Stored records:
= Beginning of Section =
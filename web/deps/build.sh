#!/usr/bin/env bash
# Builds the dependencies of the WebAssembly build and assembles them into one
# prefix for CMake's TAMIS_WASM_DEPS:
#   PREFIX/lib/      libicuuc.a libicui18n.a libicudata.a (ICU built by icu.sh),
#                    libSDL2.a (sdl2.sh) and libimgui.a (imgui.sh)
#   PREFIX/include/  ICU's, SDL2's and ImGui's headers, and links to the header-only libraries
#                    of Debian's -dev packages (date, nlohmann, fast_float,
#                    doctest, xxhash, CLI11)
#   PREFIX/cmake/    doctest.cmake and doctestAddTests.cmake from doctest-dev
# Usage: web/deps/build.sh [PREFIX]    prints the prefix on stdout, logs on stderr.
#
# Each component is built once into its own directory under TAMIS_WASM_CACHE
# (default /var/cache/tamis-wasm, or ~/.cache/tamis-wasm for a user who cannot
# write /var/cache; outside the repository), named after the
# Debian versions it is built from and a hash of its recipe files, so a new
# Debian version or a changed recipe rebuilds that component only. A component
# counts as built only when its .complete stamp exists (written last), so an
# interrupted build is redone. To add a component, write its NAME.sh builder
# and add a component_dir_NAME function and a line to main().
set -euo pipefail

deps_dir=$(cd "$(dirname "${BASH_SOURCE[0]}")" && pwd)
default_cache_root=/var/cache/tamis-wasm
if [[ $(id -u) -ne 0 && ! -w /var/cache ]]; then
  default_cache_root=${XDG_CACHE_HOME:-$HOME/.cache}/tamis-wasm
fi
cache_root=${TAMIS_WASM_CACHE:-$default_cache_root}
export TAMIS_JOBS=${TAMIS_JOBS:-2}
# Debian's emscripten needs node modules (acorn) from Debian's node tree, and
# runs fastest on the system Python (a python3 shim earlier on PATH costs about
# a second per compiler call).
export NODE_PATH=/usr/share/nodejs
export EMSDK_PYTHON=${EMSDK_PYTHON:-/usr/bin/python3}

log() { echo "web/deps: $*" >&2; }

debian_version() {
  local version
  version=$(dpkg-query -W -f='${Version}' "$1" 2>/dev/null) || true
  if [[ -z $version ]]; then
    log "Debian package $1 is not installed (./dev.sh install installs it)"
    exit 1
  fi
  echo "$version"
}

# hash_of TEXT FILE... : a short hash of the given text and the files' contents.
hash_of() {
  local text=$1
  shift
  { echo "$text"; (cd "$deps_dir" && sha256sum "$@"); } | sha256sum | cut -c1-12
}

# ensure_component NAME DIR COMMAND... : runs COMMAND DIR unless DIR is complete.
ensure_component() {
  local name=$1 dir=$2 log_file
  shift 2
  if [[ -f $dir/.complete ]]; then
    log "$name: cached in $dir"
    return
  fi
  mkdir -p "$cache_root"
  # Concurrent runs (several checkouts on one machine) build a component once.
  exec {lock_fd}>"$cache_root/.lock-$name"
  flock "$lock_fd"
  if [[ ! -f $dir/.complete ]]; then
    log_file=$dir.log
    log "$name: building into $dir (log: $log_file)"
    local started_at=$SECONDS
    rm -rf "$dir"
    mkdir -p "$dir"
    if ! "$@" "$dir" >"$log_file" 2>&1; then
      tail -n 40 "$log_file" >&2
      log "$name: build FAILED, full log in $log_file"
      exit 1
    fi
    touch "$dir/.complete"
    log "$name: built in $((SECONDS - started_at)) s"
  fi
  flock -u "$lock_fd"
}

component_dir_icu() {
  local icu_version toolchain
  # The source version libicu-dev was built from, so native and wasm use the same ICU.
  icu_version=$(dpkg-query -W -f='${source:Version}' libicu-dev 2>/dev/null) || true
  [[ -n $icu_version ]] || { log "libicu-dev is not installed (./dev.sh install installs it)"; exit 1; }
  toolchain="emscripten $(debian_version emscripten) icu-devtools $(debian_version icu-devtools)"
  echo "$cache_root/icu-$icu_version-$(hash_of "$toolchain" icu.sh Makefile.icu icu-data.txt smoke_test.cpp)"
}

build_icu() {
  ICU_DEBIAN_VERSION=$(dpkg-query -W -f='${source:Version}' libicu-dev) "$deps_dir/icu.sh" "$1"
}

component_dir_sdl2() {
  local version
  version=$(debian_version libsdl2-dev)
  echo "$cache_root/sdl2-$version-$(hash_of "emscripten $(debian_version emscripten)" sdl2.sh)"
}

build_sdl2() {
  SDL2_DEBIAN_VERSION=$(dpkg-query -W -f='${source:Version}' libsdl2-dev) "$deps_dir/sdl2.sh" "$1"
}

# ImGui is compiled against SDL2's headers, so the SDL2 directory is part of its key.
component_dir_imgui() {
  local version
  version=$(dpkg-query -W -f='${source:Version}' libimgui-dev 2>/dev/null) || true
  [[ -n $version ]] || { log "libimgui-dev is not installed (./dev.sh install installs it)"; exit 1; }
  echo "$cache_root/imgui-$version-$(hash_of "emscripten $(debian_version emscripten) $1" imgui.sh)"
}

build_imgui() {
  IMGUI_DEBIAN_VERSION=$(dpkg-query -W -f='${source:Version}' libimgui-dev) SDL2_PREFIX=$sdl2_dir \
    "$deps_dir/imgui.sh" "$1"
}

# Header-only libraries come straight from Debian's -dev packages.
header_links=(
  /usr/include/date:libhowardhinnant-date-dev
  /usr/include/nlohmann:nlohmann-json3-dev
  /usr/include/fast_float:libfast-float-dev
  /usr/include/doctest:doctest-dev
  /usr/include/xxhash.h:libxxhash-dev
  /usr/include/xxh3.h:libxxhash-dev
  /usr/include/CLI:libcli11-dev
)
doctest_cmake_dir=/usr/lib/cmake/doctest

assemble_prefix() {
  local prefix=$1 icu_dir=$2 sdl2_dir=$3 imgui_dir=$4 entry path package
  rm -rf "${prefix:?}/include" "${prefix:?}/lib" "${prefix:?}/cmake" "${prefix:?}/.complete"
  mkdir -p "$prefix/include" "$prefix/lib" "$prefix/cmake"
  ln -s "$icu_dir/include/unicode" "$prefix/include/unicode"
  ln -s "$icu_dir"/lib/*.a "$sdl2_dir/lib/libSDL2.a" "$imgui_dir/lib/libimgui.a" "$prefix/lib/"
  ln -s "$sdl2_dir/include/SDL2" "$imgui_dir/include/imgui" "$prefix/include/"
  for entry in "${header_links[@]}"; do
    path=${entry%%:*}
    package=${entry#*:}
    if [[ ! -e $path ]]; then
      log "$path is missing: install the Debian package $package"
      exit 1
    fi
    ln -s "$path" "$prefix/include/"
  done
  cp "$doctest_cmake_dir/doctest.cmake" "$doctest_cmake_dir/doctestAddTests.cmake" "$prefix/cmake/"
  touch "$prefix/.complete"
}

main() {
  local icu_dir imgui_dir prefix
  icu_dir=$(component_dir_icu)
  ensure_component icu "$icu_dir" build_icu
  sdl2_dir=$(component_dir_sdl2)
  ensure_component sdl2 "$sdl2_dir" build_sdl2
  imgui_dir=$(component_dir_imgui "$sdl2_dir")
  ensure_component imgui "$imgui_dir" build_imgui

  # doctest-dev's version is in the key because its CMake files are copied, not linked.
  prefix=${1:-$cache_root/prefix-$(hash_of "$icu_dir $sdl2_dir $imgui_dir doctest-dev $(debian_version doctest-dev)" build.sh)}
  if [[ $# -gt 0 || ! -f $prefix/.complete ]]; then
    assemble_prefix "$prefix" "$icu_dir" "$sdl2_dir" "$imgui_dir"
  fi
  echo "$prefix"
}

main "$@"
= End of Section =
* **To do**: The reply should restate the records above in full, character for character.

* **Reply to the exercise**:
filename web/deps/build.sh
#!/usr/bin/env bash
# Builds the dependencies of the WebAssembly build and assembles them into one
# prefix for CMake's TAMIS_WASM_DEPS:
#   PREFIX/lib/      libicuuc.a libicui18n.a libicudata.a (ICU built by icu.sh),
#                    libSDL2.a (sdl2.sh) and libimgui.a (imgui.sh)
#   PREFIX/include/  ICU's, SDL2's and ImGui's headers, and links to the header-only libraries
#                    of Debian's -dev packages (date, nlohmann, fast_float,
#                    doctest, xxhash, CLI11)
#   PREFIX/cmake/    doctest.cmake and doctestAddTests.cmake from doctest-dev
# Usage: web/deps/build.sh [PREFIX]    prints the prefix on stdout, logs on stderr.
#
# Each component is built once into its own directory under TAMIS_WASM_CACHE
# (default /var/cache/tamis-wasm, or ~/.cache/tamis-wasm for a user who cannot
# write /var/cache; outside the repository), named after the
# Debian versions it is built from and a hash of its recipe files, so a new
# Debian version or a changed recipe rebuilds that component only. A component
# counts as built only when its .complete stamp exists (written last), so an
# interrupted build is redone. To add a component, write its NAME.sh builder
# and add a component_dir_NAME function and a line to main().
set -euo pipefail

deps_dir=$(cd "$(dirname "${BASH_SOURCE[0]}")" && pwd)
default_cache_root=/var/cache/tamis-wasm
if [[ $(id -u) -ne 0 && ! -w /var/cache ]]; then
  default_cache_root=${XDG_CACHE_HOME:-$HOME/.cache}/tamis-wasm
fi
cache_root=${TAMIS_WASM_CACHE:-$default_cache_root}
export TAMIS_JOBS=${TAMIS_JOBS:-2}
# Debian's emscripten needs node modules (acorn) from Debian's node tree, and
# runs fastest on the system Python (a python3 shim earlier on PATH costs about
# a second per compiler call).
export NODE_PATH=/usr/share/nodejs
export EMSDK_PYTHON=${EMSDK_PYTHON:-/usr/bin/python3}

log() { echo "web/deps: $*" >&2; }

debian_version() {
  local version
  version=$(dpkg-query -W -f='${Version}' "$1" 2>/dev/null) || true
  if [[ -z $version ]]; then
    log "Debian package $1 is not installed (./dev.sh install installs it)"
    exit 1
  fi
  echo "$version"
}

# hash_of TEXT FILE... : a short hash of the given text and the files' contents.
hash_of() {
  local text=$1
  shift
  { echo "$text"; (cd "$deps_dir" && sha256sum "$@"); } | sha256sum | cut -c1-12
}

# ensure_component NAME DIR COMMAND... : runs COMMAND DIR unless DIR is complete.
ensure_component() {
  local name=$1 dir=$2 log_file
  shift 2
  if [[ -f $dir/.complete ]]; then
    log "$name: cached in $dir"
    return
  fi
  mkdir -p "$cache_root"
  # Concurrent runs (several checkouts on one machine) build a component once.
  exec {lock_fd}>"$cache_root/.lock-$name"
  flock "$lock_fd"
  if [[ ! -f $dir/.complete ]]; then
    log_file=$dir.log
    log "$name: building into $dir (log: $log_file)"
    local started_at=$SECONDS
    rm -rf "$dir"
    mkdir -p "$dir"
    if ! "$@" "$dir" >"$log_file" 2>&1; then
      tail -n 40 "$log_file" >&2
      log "$name: build FAILED, full log in $log_file"
      exit 1
    fi
    touch "$dir/.complete"
    log "$name: built in $((SECONDS - started_at)) s"
  fi
  flock -u "$lock_fd"
}

component_dir_icu() {
  local icu_version toolchain
  # The source version libicu-dev was built from, so native and wasm use the same ICU.
  icu_version=$(dpkg-query -W -f='${source:Version}' libicu-dev 2>/dev/null) || true
  [[ -n $icu_version ]] || { log "libicu-dev is not installed (./dev.sh install installs it)"; exit 1; }
  toolchain="emscripten $(debian_version emscripten) icu-devtools $(debian_version icu-devtools)"
  echo "$cache_root/icu-$icu_version-$(hash_of "$toolchain" icu.sh Makefile.icu icu-data.txt smoke_test.cpp)"
}

build_icu() {
  ICU_DEBIAN_VERSION=$(dpkg-query -W -f='${source:Version}' libicu-dev) "$deps_dir/icu.sh" "$1"
}

component_dir_sdl2() {
  local version
  version=$(debian_version libsdl2-dev)
  echo "$cache_root/sdl2-$version-$(hash_of "emscripten $(debian_version emscripten)" sdl2.sh)"
}

build_sdl2() {
  SDL2_DEBIAN_VERSION=$(dpkg-query -W -f='${source:Version}' libsdl2-dev) "$deps_dir/sdl2.sh" "$1"
}

# ImGui is compiled against SDL2's headers, so the SDL2 directory is part of its key.
component_dir_imgui() {
  local version
  version=$(dpkg-query -W -f='${source:Version}' libimgui-dev 2>/dev/null) || true
  [[ -n $version ]] || { log "libimgui-dev is not installed (./dev.sh install installs it)"; exit 1; }
  echo "$cache_root/imgui-$version-$(hash_of "emscripten $(debian_version emscripten) $1" imgui.sh)"
}

build_imgui() {
  IMGUI_DEBIAN_VERSION=$(dpkg-query -W -f='${source:Version}' libimgui-dev) SDL2_PREFIX=$sdl2_dir \
    "$deps_dir/imgui.sh" "$1"
}

# Header-only libraries come straight from Debian's -dev packages.
header_links=(
  /usr/include/date:libhowardhinnant-date-dev
  /usr/include/nlohmann:nlohmann-json3-dev
  /usr/include/fast_float:libfast-float-dev
  /usr/include/doctest:doctest-dev
  /usr/include/xxhash.h:libxxhash-dev
  /usr/include/xxh3.h:libxxhash-dev
  /usr/include/CLI:libcli11-dev
)
doctest_cmake_dir=/usr/lib/cmake/doctest

assemble_prefix() {
  local prefix=$1 icu_dir=$2 sdl2_dir=$3 imgui_dir=$4 entry path package
  rm -rf "${prefix:?}/include" "${prefix:?}/lib" "${prefix:?}/cmake" "${prefix:?}/.complete"
  mkdir -p "$prefix/include" "$prefix/lib" "$prefix/cmake"
  ln -s "$icu_dir/include/unicode" "$prefix/include/unicode"
  ln -s "$icu_dir"/lib/*.a "$sdl2_dir/lib/libSDL2.a" "$imgui_dir/lib/libimgui.a" "$prefix/lib/"
  ln -s "$sdl2_dir/include/SDL2" "$imgui_dir/include/imgui" "$prefix/include/"
  for entry in "${header_links[@]}"; do
    path=${entry%%:*}
    package=${entry#*:}
    if [[ ! -e $path ]]; then
      log "$path is missing: install the Debian package $package"
      exit 1
    fi
    ln -s "$path" "$prefix/include/"
  done
  cp "$doctest_cmake_dir/doctest.cmake" "$doctest_cmake_dir/doctestAddTests.cmake" "$prefix/cmake/"
  touch "$prefix/.complete"
}

main() {
  local icu_dir imgui_dir prefix
  icu_dir=$(component_dir_icu)
  ensure_component icu "$icu_dir" build_icu
  sdl2_dir=$(component_dir_sdl2)
  ensure_component sdl2 "$sdl2_dir" build_sdl2
  imgui_dir=$(component_dir_imgui "$sdl2_dir")
  ensure_component imgui "$imgui_dir" build_imgui

  # doctest-dev's version is in the key because its CMake files are copied, not linked.
  prefix=${1:-$cache_root/prefix-$(hash_of "$icu_dir $sdl2_dir $imgui_dir doctest-dev $(debian_version doctest-dev)" build.sh)}
  if [[ $# -gt 0 || ! -f $prefix/.complete ]]; then
    assemble_prefix "$prefix" "$icu_dir" "$sdl2_dir" "$imgui_dir"
  fi
  echo "$prefix"
}

main "$@"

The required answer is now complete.